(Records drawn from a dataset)
------------------------------------------------------------

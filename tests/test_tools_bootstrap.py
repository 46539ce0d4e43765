"""Do the tools come up from a bare Python, skip what is done, and fail with one clear sentence?"""

import os
import re
import signal
import subprocess
import sys
import urllib.request
from pathlib import Path

import pytest

from tools import stamps, tests, venv
from tools.paths import ROOT
from tools.progress import ToolError

pytestmark = pytest.mark.cpython_only


def run_tools(*arguments: str, **environment: str) -> subprocess.CompletedProcess[str]:
    return subprocess.run(
        [sys.executable, "-m", "tools", *arguments],
        cwd=ROOT,
        env=os.environ | environment,
        capture_output=True,
        text=True,
        timeout=300,
        check=False,
    )


def test_every_module_of_the_tools_imports_with_the_standard_library_alone() -> None:
    names = [f"tools.{path.stem}" for path in (ROOT / "tools").glob("*.py") if not path.stem.startswith("__")]
    code = (
        f"import sys, importlib; sys.path.insert(0, {str(ROOT)!r})\n"
        f"for name in {names!r}: importlib.import_module(name)\n"
        "print(sorted({n.split('.')[0] for n in sys.modules} - set(sys.stdlib_module_names) - {'tools', '__main__'}))"
    )
    # -I: no environment, no user folder; -S: no site-packages
    done = subprocess.run([sys.executable, "-I", "-S", "-c", code], capture_output=True, text=True, check=False)
    assert done.stderr == ""
    assert done.stdout.strip() == "[]"


def test_the_environment_is_made_where_python_has_no_ensurepip_and_no_pip(tmp_path: Path) -> None:
    code = (
        f"import sys; sys.path.insert(0, {str(ROOT)!r})\n"
        "sys.modules['ensurepip'] = None; sys.modules['pip'] = None\n"
        "from pathlib import Path\nfrom tools import venv\n"
        f"venv.create(Path({str(tmp_path / 'venv')!r}))\n"
    )
    subprocess.run([sys.executable, "-S", "-c", code], check=True, cwd=tmp_path, timeout=300)
    python = venv.venv_python(tmp_path / "venv")
    shown = subprocess.run([python, "-m", "pip", "--version"], capture_output=True, text=True, check=True).stdout
    assert shown.startswith("pip 26.3 ")
    assert str(tmp_path / "venv") in shown


def test_a_step_is_fresh_until_an_input_changes_or_an_output_is_gone(tmp_path: Path, monkeypatch: pytest.MonkeyPatch) -> None:
    monkeypatch.setattr(stamps, "BUILD", tmp_path / "build")
    source, output = tmp_path / "source.py", tmp_path / "output"
    source.write_text("one")
    output.write_text("made")
    first = stamps.digest([source], "version 1")
    assert not stamps.is_fresh("step", first, output)
    stamps.set_fresh("step", first)
    assert stamps.is_fresh("step", first, output)
    assert stamps.digest([source], "version 2") != first
    source.write_text("two")
    assert not stamps.is_fresh("step", stamps.digest([source], "version 1"), output)
    output.unlink()
    assert not stamps.is_fresh("step", first, output)


def test_an_assembled_site_is_not_assembled_again() -> None:
    done = run_tools("assemble")
    assert done.returncode == 0, done.stderr
    lines = done.stdout.strip().splitlines()
    assert lines
    assert all(line.endswith("up to date") for line in lines), done.stdout


def test_the_steps_of_test_can_be_listed() -> None:
    done = run_tools("test", "--list")
    assert done.returncode == 0
    assert [line.split()[0] for line in done.stdout.splitlines()] == [check.name for check in tests.CHECKS]


def test_an_unknown_step_is_answered_with_the_known_ones() -> None:
    done = run_tools("test", "everything")
    assert done.returncode == 1
    assert "there is no step 'everything': choose from lint, types," in done.stderr
    assert "Traceback" not in done.stderr


def test_a_named_folder_without_the_runtime_ends_with_one_sentence(tmp_path: Path) -> None:
    done = run_tools("assemble", ASFOUND_RUNTIME_DIR=str(tmp_path))
    assert done.returncode == 1
    assert re.search(r"^asfound: .*numpy-[\w.-]+\.whl is missing: put .* ASFOUND_RUNTIME_DIR", done.stderr, re.M)
    assert "Traceback" not in done.stderr


def test_a_check_that_fails_makes_the_exit_code_of_all(
    monkeypatch: pytest.MonkeyPatch, capsys: pytest.CaptureFixture[str]
) -> None:
    def broken() -> bool:
        """Something that can't be done."""
        raise ToolError("the tool is missing: install it.")

    checks = (
        tests.Check(name="one", run=lambda: True, files="tools/*.py"),
        tests.Check(name="two", run=broken, files="tools/*.py"),
        tests.Check(name="three", run=lambda: True, files="tools/*.py"),
    )
    monkeypatch.setattr(tests, "CHECKS", checks)
    monkeypatch.setattr(tests.assemble, "assemble", lambda: None)
    assert tests.run_checks([]) == 1
    printed = capsys.readouterr().out
    assert re.search(r"^two +FAILED", printed, re.M)
    assert re.search(r"^three +good", printed, re.M)
    assert tests.run_checks(["one", "three"]) == 0


def test_serve_prints_an_address_that_answers_and_stops_when_told() -> None:
    command = [sys.executable, "-m", "tools", "serve", "--port", "0", "--prefix", "/sub/path/"]
    running = subprocess.Popen(command, cwd=ROOT, stdout=subprocess.PIPE, stderr=subprocess.STDOUT, text=True)
    try:
        assert running.stdout
        address = next(found[0] for line in running.stdout if (found := re.search(r"http://127\.0\.0\.1:\d+/sub/path/", line)))
        with urllib.request.urlopen(address, timeout=20) as answer:
            assert b"<html" in answer.read()
        running.send_signal(signal.SIGTERM)
        rest = running.stdout.read()
        assert running.wait(timeout=20) == 0
    finally:
        running.kill()
        running.wait()
        if running.stdout:
            running.stdout.close()
    assert "HTTPS" in rest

------------------------------------------------------------

__Task to carry out__
Starting at the line that contains "address = next(found[0]", retype each remaining line of the records exactly; that line and the last line are both included.

__Response below__
        address = next(found[0] for line in running.stdout if (found := re.search(r"http://127\.0\.0\.1:\d+/sub/path/", line)))
        with urllib.request.urlopen(address, timeout=20) as answer:
            assert b"<html" in answer.read()
        running.send_signal(signal.SIGTERM)
        rest = running.stdout.read()
        assert running.wait(timeout=20) == 0
    finally:
        running.kill()
        running.wait()
        if running.stdout:
            running.stdout.close()
    assert "HTTPS" in rest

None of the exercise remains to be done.